For each cluster, a number of examples are randomly selected in logarithmic proportion to the total number of objects in the cluster, assuming that their structures are similar. The resulting key names are sent to the Crawler along with tasks for sensitive data detection in those objects.
For row-based data formats like CSV or NDJSON, samples are taken from different parts of the object if its size exceeds a certain threshold.
Currently, Soveren DAR Sensor supports integration with AWS.
Sensitive data detection is available for the following formats:
-
JSON
-
NDJSON
-
CSV
-
YAML
-
Parquet
-
Text-based logs
GZipped JSON and logs are also supported.
Kafka¶
Soveren discovers and periodically rescans the list of available topics. From each topic, a random number of messages is periodically selected from different offsets. Messages with similar schemas are grouped into clusters, and from each cluster, randomly chosen messages are sent for sensitive data detection. The Soveren Cloud is responsible for forming the analysis tasks based on the topics and schema information obtained from the Crawler.

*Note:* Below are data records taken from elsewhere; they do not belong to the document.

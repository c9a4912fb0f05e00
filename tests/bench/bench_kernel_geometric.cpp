// Kernel and geometric measures at the sizes the brief asks for, through the same entry point
// the CLI and the sweep use (evaluateMeasure). Clouds: seeded Gaussian blobs, B shifted.
//
//   BM_Mmd/n            n = m, sigma given (no median); pairs: 2 half self sums + cross
//   BM_MmdMedian/n      the same with sigma = median (adds the exact median over the pool)
//   BM_MmdGradient/n    gradientA of the MMD (row sums with gradients, n x (n + m) pairs)
//   BM_Energy/n         energy distance
//   BM_MedianDistance/N exact median pairwise distance of N pooled points alone
//   BM_Chamfer/n        Chamfer (two k-d trees + n + m threaded queries)
//   BM_Hausdorff/n      Hausdorff
//   BM_Frechet/n        Fréchet distance of the fitted Gaussians (weighted moments, 2×2 roots)
//   BM_ChamferRepeated/n  Chamfer where A's n points sit on only 100 grid locations (repeated
//                         points: each location is queried and indexed once)
//   BM_MedianGrid/N, BM_MedianStreamed/N   the median by the cell-grid rank search (default
//                       above 2048 points) and by the streamed selection over all pairs (before)
//   BM_KernelSums/n/kind/binned   the three pair sums behind mmd (kind 0, sigma = median of
//                       the uniform pool) and energy (kind 1), direct (binned = 0) or binned
//   BM_MmdUniform/n, BM_EnergyUniform/n   the measures end to end (defaults: sigma = median,
//                       direct or binned by size) on uniform unit squares, B shifted (0.5, 0.2)
// Counter pairs_per_s: pair evaluations per second of wall time.
//
// Run: build with -DBARROW_BUILD_BENCH=ON, then
//   tests/bench/bench_kernel_geometric --benchmark_repetitions=3
//     --benchmark_report_aggregates_only=true   (one command line)
#include <benchmark/benchmark.h>

#include <cstdio>
#include <ctime>
#include <random>

#include "kernel/discrepancy.h"
#include "kernel/median_distance.h"
#include "kernel/median_grid.h"
#include "measures/evaluate.h"
#include "measures/registry.h"

namespace barrow {
namespace {

Cloud blob(const char* name, int n, unsigned seed, double shift) {
  std::mt19937_64 rng(seed);
  std::normal_distribution<double> g(0.0, 1.0);
  Eigen::MatrixX2d p(n, 2);
  for (int i = 0; i < n; ++i) p.row(i) << shift + g(rng), g(rng);
  return Cloud(name, p);
}

void runMeasure(benchmark::State& state, const char* id, std::vector<std::pair<std::string, std::string>> settings,
                double pairsPerEval) {
  const int n = int(state.range(0));
  const Cloud a = blob("A", n, 1, 0.0), b = blob("B", n, 2, 0.5);
  const Measure& m = *MeasureRegistry::instance().find(id);
  EvalRequest req;
  for (const auto& [k, v] : settings) req.params.set(k, v);
  Result r;
  const std::clock_t cpu0 = std::clock();
  for (auto _ : state) {
    r = evaluateMeasure(m, a, b, req);
    // Not DoNotOptimize(r.value): this libbenchmark's "+r" asm constraint garbles a lone double.
    benchmark::DoNotOptimize(r);
  }
  if (r.status != Status::Ok) state.SkipWithError(r.message.c_str());
  // CPU seconds of all threads per evaluation: a load-independent view on a shared machine.
  state.counters["cpu_all_threads_s"] =
      double(std::clock() - cpu0) / CLOCKS_PER_SEC / double(state.iterations());
  char label[64];
  std::snprintf(label, sizeof label, "value %.10g", r.value);
  state.SetLabel(label);
  if (pairsPerEval > 0)
    state.counters["pairs_per_s"] = benchmark::Counter(pairsPerEval, benchmark::Counter::kIsIterationInvariantRate);
}

double kernelPairs(double n) { return 0.5 * n * n * 2 + n * n; }  // two half self sums + the cross sum

void BM_Mmd(benchmark::State& s) { runMeasure(s, "mmd", {{"mmd.sigma", "1"}}, kernelPairs(double(s.range(0)))); }
void BM_MmdMedian(benchmark::State& s) { runMeasure(s, "mmd", {}, 0); }
void BM_Energy(benchmark::State& s) { runMeasure(s, "energy", {}, kernelPairs(double(s.range(0)))); }
void BM_Chamfer(benchmark::State& s) { runMeasure(s, "chamfer", {}, 0); }
void BM_Hausdorff(benchmark::State& s) { runMeasure(s, "hausdorff", {}, 0); }
void BM_Frechet(benchmark::State& s) { runMeasure(s, "frechet", {}, 0); }

void BM_ChamferRepeated(benchmark::State& state) {
  const int n = int(state.range(0));
  Eigen::MatrixX2d p(n, 2);
  for (int i = 0; i < n; ++i) p.row(i) << (i % 10) * 0.1, ((i / 10) % 10) * 0.1;
  const Cloud a("A", p), b = blob("B", n, 2, 0.5);
  const Measure& m = *MeasureRegistry::instance().find("chamfer");
  Result r;
  for (auto _ : state) {
    r = evaluateMeasure(m, a, b, EvalRequest{});
    benchmark::DoNotOptimize(r);
  }
}

void BM_MmdGradient(benchmark::State& state) {
  const int n = int(state.range(0));
  const Cloud a = blob("A", n, 1, 0.0), b = blob("B", n, 2, 0.5);
  const Measure& m = *MeasureRegistry::instance().find("mmd");
  EvalRequest req;
  req.params.set("mmd.sigma", "1");
  const Result r = evaluateMeasure(m, a, b, req);
  EvalContext ctx;
  std::string error;
  ctx.params = resolveParams(m, req.params, &error);
  for (auto _ : state) {
    auto g = m.gradientA(a, b, ctx, r);
    benchmark::DoNotOptimize(g);
  }
  state.counters["pairs_per_s"] = benchmark::Counter(2.0 * n * n, benchmark::Counter::kIsIterationInvariantRate);
}

void BM_MedianDistance(benchmark::State& state) {
  const int n = int(state.range(0));
  const Eigen::MatrixX2d p = blob("P", n, 3, 0.0).points;
  MedianDistance med;
  for (auto _ : state) {
    med = medianPairwiseDistance(p, {});
    benchmark::DoNotOptimize(med);
  }
  state.counters["passes"] = med.passes;
  state.SetLabel(med.method);
}

Cloud square(const char* name, int n, unsigned seed, double sx, double sy) {
  std::mt19937_64 rng(seed);
  std::uniform_real_distribution<double> u(0.0, 1.0);
  Eigen::MatrixX2d p(n, 2);
  for (int i = 0; i < n; ++i) p.row(i) << sx + u(rng), sy + u(rng);
  return Cloud(name, p);
}

void runUniform(benchmark::State& state, const char* id) {
  const int n = int(state.range(0));
  const Cloud a = square("A", n, 1, 0.0, 0.0), b = square("B", n, 2, 0.5, 0.2);
  const Measure& m = *MeasureRegistry::instance().find(id);
  Result r;
  for (auto _ : state) {
    r = evaluateMeasure(m, a, b, EvalRequest{});
    benchmark::DoNotOptimize(r);
  }
  if (r.status != Status::Ok) state.SkipWithError(r.message.c_str());
  char label[96];
  std::snprintf(label, sizeof label, "value %.10g accuracy %.3g", r.value,
                r.details.contains("value_accuracy") ? r.details["value_accuracy"].get<double>() : 0.0);
  state.SetLabel(label);
}
void BM_MmdUniform(benchmark::State& s) { runUniform(s, "mmd"); }
void BM_EnergyUniform(benchmark::State& s) { runUniform(s, "energy"); }

void runMedian(benchmark::State& state, bool grid) {
  const int n = int(state.range(0));
  const Eigen::MatrixX2d p = square("P", n, 3, 0.0, 0.0).points;
  MedianDistanceOptions o;
  o.cellGrid = grid;
  MedianDistance med;
  for (auto _ : state) {
    med = medianPairwiseDistance(p, {}, o);
    benchmark::DoNotOptimize(med);
  }
  state.counters["passes"] = med.passes;
  state.SetLabel(med.method.substr(0, 40));
}
void BM_MedianGrid(benchmark::State& s) { runMedian(s, true); }
void BM_MedianStreamed(benchmark::State& s) { runMedian(s, false); }

void BM_KernelSums(benchmark::State& state) {
  const int n = int(state.range(0));
  const bool gaussian = state.range(1) == 0, binned = state.range(2) == 1;
  const SupportPoints a = supportOf(square("A", n, 1, 0.0, 0.0)), b = supportOf(square("B", n, 2, 0.5, 0.2));
  const double sigma = 0.593;  // about the median distance of this pool
  const PairKernelSpec k{gaussian ? PairKernel::Gaussian : PairKernel::Distance, 1.0 / (2 * sigma * sigma)};
  DiscrepancyOptions o;
  o.method = binned ? DiscrepancyOptions::Method::Binned : DiscrepancyOptions::Method::Direct;
  DiscrepancySums s;
  for (auto _ : state) {
    s = discrepancySums(a, b, k, {}, o);
    benchmark::DoNotOptimize(s);
  }
  state.counters["bound"] = s.boundAA + s.boundBB + 2 * s.boundAB;
  char label[96];
  std::snprintf(label, sizeof label, "aa %.12g bb %.12g ab %.12g", s.aaDiagonal + s.aaOffDiagonal,
                s.bbDiagonal + s.bbOffDiagonal, s.ab);
  state.SetLabel(label);
}

BENCHMARK(BM_MmdUniform)->Arg(10000)->Arg(100000)->Unit(benchmark::kMillisecond)->UseRealTime()->Iterations(2);
BENCHMARK(BM_EnergyUniform)->Arg(10000)->Arg(100000)->Unit(benchmark::kMillisecond)->UseRealTime()->Iterations(2);
BENCHMARK(BM_MedianGrid)->Arg(20000)->Arg(200000)->Unit(benchmark::kMillisecond)->UseRealTime()->Iterations(2);
BENCHMARK(BM_MedianStreamed)->Arg(20000)->Arg(200000)->Unit(benchmark::kMillisecond)->UseRealTime()->Iterations(1);
BENCHMARK(BM_KernelSums)
    ->ArgsProduct({{10000, 100000}, {0, 1}, {0, 1}})
    ->Unit(benchmark::kMillisecond)
    ->UseRealTime()
    ->Iterations(1);
BENCHMARK(BM_Mmd)->Arg(2000)->Arg(5000)->Arg(20000)->Unit(benchmark::kMillisecond)->UseRealTime();
BENCHMARK(BM_MmdMedian)->Arg(20000)->Unit(benchmark::kMillisecond)->UseRealTime()->Iterations(2);
BENCHMARK(BM_MmdGradient)->Arg(20000)->Unit(benchmark::kMillisecond)->UseRealTime()->Iterations(2);
BENCHMARK(BM_Energy)->Arg(2000)->Arg(5000)->Arg(20000)->Unit(benchmark::kMillisecond)->UseRealTime();
BENCHMARK(BM_MedianDistance)->Arg(2000)->Arg(40000)->Unit(benchmark::kMillisecond)->UseRealTime();
BENCHMARK(BM_Chamfer)->Arg(10000)->Arg(100000)->Unit(benchmark::kMillisecond)->UseRealTime();
BENCHMARK(BM_Hausdorff)->Arg(10000)->Arg(100000)->Unit(benchmark::kMillisecond)->UseRealTime();
BENCHMARK(BM_Frechet)->Arg(100000)->Arg(1000000)->Unit(benchmark::kMillisecond)->UseRealTime();
BENCHMARK(BM_ChamferRepeated)->Arg(100000)->Unit(benchmark::kMillisecond)->UseRealTime();

}  // namespace
}  // namespace barrow

BENCHMARK_MAIN();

Currently, sensitive data detection is available for JSON messages.
Databases¶
Soveren discovers and periodically rescans the list of available databases and their tables. From the tables, a random number of rows is periodically selected from different parts of the table and sent for sensitive data detection. The Soveren Cloud is responsible for forming the analysis tasks based on the database and schema information obtained from the Crawler.